Another day, another gist. Today’s was prompted by a question on the eXist-db mailing list about how to access OAuth-based services like the Google API with XQuery. I happened to have just been working on accessing the OAuth-based Twitter v1.1 API for the new social media section of my office’s homepage, so I posted the code and some pointers. Like the gist I posted yesterday, I hope others can use these bits of XQuery code.

But there’s a back story and, dare I say, some illustrative lessons, to this latest addition to my series of posts and gists on XQuery.

Until recently, writing a program to retrieve one’s latest tweets was as simple as going to the Twitter homepage is: you just made a basic, unauthenticated HTTP request to Twitter’s servers to get the data you needed. But with version 1.1 of Twitter’s API, Twitter announced a new requirement - that all requests to its API be signed and authenticated using the OAuth 1.0 protocol. This complicated the task of getting data from Twitter exponentially. The OAuth protocol, while not rocket science, requires one to jump through a rather intricate sequence of steps to compose the parameters of your request, and then cryptographically sign the request with a hashing function. (I’m not complaining about the protocol; it does a great job providing an authentication layer to the web. I’m just saying that requiring OAuth to retrieve tweet imposes a pretty heavy burden on users and developers.) If that weren’t enough, Twitter also ended support for the XML-based Atom format, leaving just JSON as the format it returned results as. That left me with two problems.

First, XQuery’s rich function library does not include the HMAC-SHA1 cryptographic hashing algorithm needed to sign OAuth requests. So I turned to Claudius Teodorescu, who applied his considerable Java skills to the task of creating an HMAC-SHA1 function for eXist-db, the XQuery-based server that powers history.state.gov. We took it a step further, releasing Claudius’s work to the EXPath community in the form of an specification: the EXPath Crypto Module. The EXPath community builds up common standards for XPath and XQuery implementations. Claudius also released his module as an EXPath package for eXist-db, which is now available in the eXist-db Public Package Repository for anyone to download and install (to do so, go to eXist-db’s Dashboard, click on Package Manager, and find “EXPath Cryptographic Module Implementation” in the list of packages”). Look at the prolog of the OAuth module I posted in today’s gist, and you’ll see that it imports Claudius’s module.
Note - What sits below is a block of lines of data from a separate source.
def test_calc_prints_a_table_and_exits_0_when_every_check_passes(seeded: Flask, live_url: str, capsys: Any) -> None:
    assert main(["calc", "led-string", *LED_RED, "--current_a", "20 mA", "--url", live_url]) == 0
    out = capsys.readouterr().out
    assert "resistor_ohm" in out and " 300" in out  # (12 V - 3 x 2.1 V) / 20 mA = 285 ohm, up to E24 300 ohm
    # Worst case with units: (12.6 V - 3 x 1.9 V) / (300 ohm x 0.95) = 24.2105 mA against the 30 mA rating with
    # the LEDs at the air's temperature; their own warming lowers Vf, so a little more (under 25 mA).
    assert re.search(r"supply +supply-adapter-12v-2a +1 +approved", out)
    assert "FAIL" not in out and re.search(r"OK +led_current_rating +0\.024[2-9]\d* A +0\.03 A", out)
    # The verdict first, then the cautions with the standing safety line, and the whole fingerprint (as the API).
    lines = out.splitlines()
    assert lines[0] == "led-string: passes every check" and re.fullmatch(r"fingerprint [0-9a-f]{64}", lines[1])
    assert lines[2] == "CAUTIONS:" and "Mains adapter" in lines[3] and lines[4] == f"  ! {SAFETY_LINE}"


def test_calc_exits_1_and_says_why_when_a_check_fails(seeded: Flask, live_url: str, capsys: Any) -> None:
    # 29 mA: (12 - 3 x 2.1) V / 29 mA = 197 ohm, up to the E24 200 ohm; worst case (+5 % supply, lowest Vf,
    # resistor -5 %) (12.6 - 5.7) V / 190 ohm = 36.3 mA cold. Each LED then dissipates 1.9 V x 36.3 mA = 69 mW
    # through 350 K/W: 24.1 K warmer, 2 mV/K lower, so (6.9 + 3 x 0.002 x 24.1) V / 190 ohm = 37.1 mA (a second
    # pass agrees to 0.01 mA), 23.6 % above the 30 mA rating.
    assert main(["calc", "led-string", *LED_RED, "--current_a", "29 mA", "--url", live_url]) == 1
    out = capsys.readouterr().out
    assert re.search(r"FAIL +led_current_rating .* -23.6 %", out)
    assert "CAUTIONS:" in out and "overheat" in out
    assert main(["calc", "led-string", *LED_RED, "--current_a=29 mA", "--json", "--url", live_url]) == 1
    envelope = json.loads(capsys.readouterr().out)
    assert [c["ok"] for c in envelope["checks"] if c["name"] == "led_current_rating"] == [False]


def test_calc_exits_2_with_the_problem_on_stderr(seeded: Flask, live_url: str, capsys: Any) -> None:
    assert main(["calc", "led-string", *LED_RED, "--current_a", "20 V", "--url", live_url]) == 2
    captured = capsys.readouterr()
    assert captured.out == ""
    assert "422" in captured.err and "current_a: " in captured.err and "wrong dimension" in captured.err
    assert main(["calc", "led-string", "--url", "http://127.0.0.1:1", "--supply"]) == 2
    assert "--supply needs a value" in capsys.readouterr().err


def test_calc_takes_lists_as_json(seeded: Flask, live_url: str, capsys: Any) -> None:
    loads = '[{"name": "grow LEDs", "peak_current_a": 0.06, "duty_cycle": 0.5, "count": 6}]'
    assert (
        main(["calc", "duty-cycle-power", "--supply", "supply-battery-9v-6aa", "--loads", loads, "--url", live_url])
        == 0
    )
    out = capsys.readouterr().out
    assert "results (SI), loads:" in out and "grow LEDs" in out
    assert re.search(r"average_current_a +0.18\n", out)  # 6 x 60 mA x 0.5 (arithmetic)


def test_calc_inputs_are_typed_and_named_like_the_api() -> None:
    assert calc_inputs(["--leds-in-series", "3", "--current_a=20 mA", "--drive_low_v", "-0.2", "--gain", "1e3"]) == {
        "leds_in_series": 3,
        "current_a": "20 mA",
        "drive_low_v": -0.2,
        "gain": 1000.0,
    }
    assert calc_inputs(["--x", "nan"]) == {"x": "nan"}  # not a JSON number: left for the server to refuse
    for bad in (["led-string"], ["--a", "1", "--a", "2"], ["--loads", "[1,"]):
        with pytest.raises(ValueError):
            calc_inputs(bad)


def test_unknown_options_outside_calc_are_usage_errors(capsys: Any) -> None:
    with pytest.raises(SystemExit) as exit_:
        main(["parts", "list", "--bogus", "1"])
    assert exit_.value.code == 2
    assert "unrecognized arguments: --bogus 1" in capsys.readouterr().err


def test_a_token_made_by_the_command_line_writes_through_it(
    database_url: str, live_url: str, tmp_path: Path, capsys: Any, monkeypatch: pytest.MonkeyPatch
) -> None:
    monkeypatch.setenv("DATABASE_URL", database_url)
    assert main(["token", "create", "--name", "tess", "--role", "editor"]) == 0
    token = capsys.readouterr().out.strip()
    path = tmp_path / "one.csv"
    path.write_text(LED_HEADER + "led-amber-3mm,led,Amber,amber,2.1,1.9,2.5,0.02,0.03\n")
    assert main(["parts", "import", str(path), "--url", live_url, "--token", token]) == 0
    with Client(live_url) as client:
        assert client.get_part("led-amber-3mm")[0]["updated_by"] == "tess"


def test_token_list_shows_names_and_roles_never_tokens(
    app: Flask, database_url: str, capsys: Any, monkeypatch: pytest.MonkeyPatch
) -> None:
    monkeypatch.setenv("DATABASE_URL", database_url)
    assert main(["token", "create", "--name", "tess", "--role", "editor"]) == 0
    assert main(["token", "create", "--name", "rhea", "--role", "reviewer"]) == 0
    made = capsys.readouterr().out.split()
    assert main(["token", "list"]) == 0
    listed = capsys.readouterr()
    assert re.search(r"^rhea +reviewer +\d{4}-\d\d-\d\d", listed.out, re.MULTILINE)
    assert re.search(r"^tess +editor ", listed.out, re.MULTILINE)
    assert not any(token in listed.out for token in made) and "2 token(s)" in listed.err


def test_db_upgrade_says_whether_it_created_the_database(
    tmp_path: Path, capsys: Any, monkeypatch: pytest.MonkeyPatch
) -> None:
    monkeypatch.setenv("DATABASE_URL", f"sqlite:///{tmp_path / 'new.sqlite'}")
    assert main(["db", "upgrade"]) == 0
    assert re.match(r"database created at schema \d{4} ", capsys.readouterr().out)
    assert main(["db", "upgrade"]) == 0
    assert re.match(r"database schema is current at \d{4} ", capsys.readouterr().out)


def test_calc_options_come_from_the_declared_calculations(capsys: Any) -> None:
    assert calc_body("duty-cycle-power", ["--supply_v", "12", "--loads", "[]"]) == {"supply_v": 12, "loads": []}
    for name, tokens in (("led-string", ["--colour", "red"]), ("no-such-calculation", [])):
        with pytest.raises(ValueError):
            calc_body(name, tokens)
    # Refused before any server is asked (nothing listens on port 1).
    assert main(["calc", "led-string", "--colour", "red", "--url", "http://127.0.0.1:1"]) == 2
    assert "led-string takes no --colour" in capsys.readouterr().err
    with pytest.raises(SystemExit):
        main(["calc", "--help"])
    assert "duty-cycle-power: --supply_v" in capsys.readouterr().out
So I was able to check OAuth off my list of problems.

But besides handling OAuth, I also needed a way to deal with JSON. JSON is increasingly ubiquitous data format in the world of APIs, but its data model is subtly incompatible with XML, and XML-based software like eXist-db has a difficult time ingesting or searching JSON data. Luckily, there were a number of XQuery libraries for me to choose from, and I decided to use one that John Snelson wrote for XQilla. With his permission, I updated it a bit, using some new features in XQuery 3.0 to make his library implementation-independent, and released the updated library on GitHub. Thanks to GitHub’s mechanisms for code contributions (“pull requests”), the library has already received several improvements from the community. The package is also available in eXist-db’s public app repository and the CXAN package repository. (I’m also eagerly following the JSONiq project which is working on extending XQuery to deal natively with JSON, obviating the need to convert JSON to XML to deal with it.)

So I was able to check JSON off my list of problems.
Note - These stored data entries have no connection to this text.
bp = Blueprint(
    "review_page",
    __name__,
    url_prefix="/review",
    template_folder="templates",
    static_folder="static",
    static_url_path="/static",
)

PAGE_SIZE = 100
DRAFTS_SHOWN = 50
MAX_OFFSET = 1_000_000  # as the parts API's
_WHOLE = re.compile(r"[0-9]{1,10}")  # ASCII only: str.isdigit() and int() also take "²" and "٣"
# What a value of the channel form may hold: printable ASCII and the unit symbols, 80 characters at most
# (no control characters or NUL, which PostgreSQL refuses, and nothing worth parsing at length).
_FORM_VALUE = re.compile(r"[\x20-\x7eµμΩ·]{1,80}")
CSRF_COOKIE = "calcsvc_review_csrf"
CSRF_FIELD = "csrf_token"
_CSRF_FORMAT = re.compile(r"[A-Za-z0-9_-]{43}")  # secrets.token_urlsafe(32)
PAGE_POLICY = (
    "default-src 'none'; img-src 'self'; style-src 'self'; form-action 'self'; frame-ancestors 'none'; base-uri 'none'"
)

# Plots on a part's page, at the demo's operating points: a sensor preamp of gain 10 giving 1 V peak at 1 kHz,
# LED strings on the 12 V adapter.
OPAMP_GAIN = 10
PREAMP_SIGNAL_HZ = 1000.0
PREAMP_AMPLITUDE_V = 1.0
LED_SUPPLY_V = 12.0
LED_SUPPLY_TOLERANCE = 0.05  # a regulated adapter, when the table has none of 12 V (common practice)
LEDS_IN_SERIES = (3, 1)  # three in series when they fit on the supply, else one

# The greenhouse demo channel: 12 V adapter, 3.3 V microcontroller pin, small NPN, two strings of three red LEDs
# at 20 mA, six channels at half duty, and the sensor preamp on a general-purpose op-amp.
DEMO_CHANNEL: dict[str, str] = {
    "supply": "supply-adapter-12v-2a",
    "driver": "driver-mcu-3v3",
    "transistor": "npn-small-signal",
    "led": "led-red-5mm",
    "opamp": "opamp-general-1mhz",
    "leds_in_series": "3",
    "strings": "2",
    "current_a": "20 mA",
    "duty_cycle": "0.5",
    "channels": "6",
    "gain": "10",
    "signal_hz": "1 kHz",
    "amplitude_v": "1 V",
}
FRONT_STAGE = ("gain", "signal_hz", "amplitude_v")
# Selects of the channel form: role → (label, part kind, required parameter value).
CHANNEL_ROLES: dict[str, tuple[str, str, tuple[str, str] | None]] = {
    "supply": ("Supply", "supply", None),
    "driver": ("Driver pin", "driver", None),
    "transistor": ("Switch transistor", "bjt", ("polarity", "npn")),
    "led": ("LED", "led", None),
    "opamp": ("Front-stage op-amp", "opamp", None),
}

ChannelForm = Schema.from_dict(
    {
        **{role: part_id_field(required=role != "opamp") for role in CHANNEL_ROLES},
        "leds_in_series": Quantity("dimensionless", minimum=1, maximum=1000, integer=True),
        "strings": Quantity("dimensionless", minimum=1, maximum=10000, integer=True),
        "channels": Quantity("dimensionless", minimum=1, maximum=10000, integer=True),
        "current_a": Quantity("A", minimum=0, exclusive_minimum=True),
        "duty_cycle": Quantity("dimensionless", minimum=0, maximum=1),
        "gain": Quantity("dimensionless", minimum=0, exclusive_minimum=True),
        "signal_hz": Quantity("Hz", minimum=0, exclusive_minimum=True),
        "amplitude_v": Quantity("V", minimum=0, exclusive_minimum=True),
    },
    name="ChannelForm",
)


class PageError(Exception):
    """A refusal shown on the page itself, with its HTTP status."""

    def __init__(self, status: int, message: str) -> None:
        super().__init__(message)
        self.status = status
        self.message = message


@dataclass(frozen=True)
class Change:
    field: str
    change: str  # added, removed or changed
    old: str
    new: str


@dataclass(frozen=True)
class PlotLink:
    title: str
    alt: str
    svg: str
    png: str
    width: int
    height: int


def _store() -> Any:
    return current_app.extensions["calcsvc.db"].transaction()


def whole_number(text: str | None, low: int, high: int) -> int | None:
    """The page's one rule for numbers it is sent: ASCII digits only (no sign, space or separator), from
    ``low`` to ``high``; None for anything else."""
    if text is None or _WHOLE.fullmatch(text) is None:
        return None
    value = int(text)
    return value if low <= value <= high else None


def shown(text: str) -> str:
    """Text a visitor sent, quoted and cut short for a message (any control character made visible)."""
    return repr(text if len(text) <= 40 else text[:40] + "…")


# --- formatting -----------------------------------------------------------------------------------------------


def value_text(param: Param | None, value: Any) -> str:
    """A parameter's value with its unit and an SI prefix ("1 MHz", "20 mA"); text as it is."""
    if value is None:
        return "—"
    if param is None or not param.numeric or isinstance(value, str):
        return str(value)
    if param.fraction:
        return f"{value:g} (±{value * 100:g} %)"
    if param.unit == "dimensionless":
        return f"{value:g} V/V" if param.name.endswith("gain") else f"{value:g}"
    return eng(float(value), param.unit)


@bp.app_template_filter("when")
def when(moment: datetime | None) -> str:
    """A stored time in UTC to the minute (SQLite hands times back without their zone; they are UTC)."""
    if moment is None:
        return "—"
    if moment.tzinfo is not None:
        moment = moment.astimezone(UTC)
    return moment.strftime("%Y-%m-%d %H:%M UTC")


# --- CSRF (double submit) -------------------------------------------------------------------------------------


def csrf_token() -> str:
    """This browser's form token: the cookie's when it has a well-formed one, else a new one set on the answer."""
    if "csrf_token" not in g:
        cookie = request.cookies.get(CSRF_COOKIE, "")
        if _CSRF_FORMAT.fullmatch(cookie):
            g.csrf_token = cookie
        else:
            g.csrf_token = secrets.token_urlsafe(32)
            g.csrf_new = True
    token: str = g.csrf_token
    return token


def csrf_valid() -> bool:
    cookie = request.cookies.get(CSRF_COOKIE, "")
    sent = request.form.get(CSRF_FIELD, "")
    return bool(_CSRF_FORMAT.fullmatch(cookie)) and hmac.compare_digest(cookie.encode(), sent.encode())


@bp.before_app_request
def _errors_as_pages() -> None:
    """Every error under the page's prefix, a mistyped address or a database outage too, is a page for the
    browser; the channel's JSON view answers problem documents like the rest of the API."""
    if request.path.startswith(f"{bp.url_prefix}/") and request.endpoint != "review_page.channel_json":
        g.error_page = _error_page


@bp.before_request
def _reads_allowed() -> Response | None:
    if current_app.config["READ_REQUIRES_TOKEN"]:
        message = "This server requires a token for every read; the review page holds no tokens, so it is off."
        return _error_page(403, message)
    return None


@bp.before_request
def _no_such_part() -> Response | None:
    """An id no part can have is not looked up (PostgreSQL refuses a NUL in a query with an error)."""
    part_id = (request.view_args or {}).get("part_id")
    if part_id is not None and not is_part_id(part_id):
        return _error_page(404, f"There is no part {shown(part_id)}.")
    return None


@bp.after_request
def _page_headers(response: Response) -> Response:
    response.headers["X-Content-Type-Options"] = "nosniff"
    if request.endpoint == "review_page.static":
        return response
    response.headers["Content-Security-Policy"] = PAGE_POLICY
    response.headers["Referrer-Policy"] = "same-origin"
    response.headers["Cache-Control"] = "no-store"
    if g.get("csrf_new"):
        response.set_cookie(
            CSRF_COOKIE,
            g.csrf_token,
            httponly=True,
            samesite="Strict",
            secure=request.is_secure,
            path=bp.url_prefix or "/",
        )
    return response


def _error_page(status: int, message: str) -> Response:
    return Response(render_template("review/error.html", status=status, message=message), status=status)


# --- the parts list -------------------------------------------------------------------------------------------


@bp.get("/")
def parts_list() -> Response:
    kind = request.args.get("kind") or None
    status = request.args.get("status") or None
    problems = []
    if kind is not None and kind not in KINDS:
        problems.append(f"There is no part kind {shown(kind)}. The filter was ignored.")
        kind = None
    if status is not None and status not in STATUSES:
        problems.append(f"There is no status {shown(status)}. The filter was ignored.")
        status = None
    offset = request.args.get("offset") or "0"
    start = whole_number(offset, 0, MAX_OFFSET)
    if start is None:
        problems.append(f"The offset must be a whole number from 0 to {MAX_OFFSET}, not {shown(offset)}.")
        start = 0
    with _store() as session:
        store = PartStore(session)
        parts, total = store.list(kind, status, start, PAGE_SIZE)
        drafts, draft_total = store.list(None, "draft", 0, DRAFTS_SHOWN)
    page = render_template(
        "review/parts.html",
        parts=parts,
        total=total,
        start=start,
        page_size=PAGE_SIZE,
        drafts=drafts,
        draft_total=draft_total,
        kinds=list(KINDS),
        statuses=STATUSES,
        kind=kind,
        status=status,
        problems=problems,
    )
    return Response(page, status=422 if problems else 200)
This paved the way for yesterday’s addition of social media links to the homepage of history.state.gov, and coming soon, a complete, searchable social media archive.

All in all, a story — albeit not unique — of open source communities working together to build solutions to common challenges.

For more on social media archives in government — the ultimate objective beyond the immediate goal of displaying our latest tweets on our homepage — see NextGov’s aptly titled article, Saving Government Tweets is Tougher Than You Think.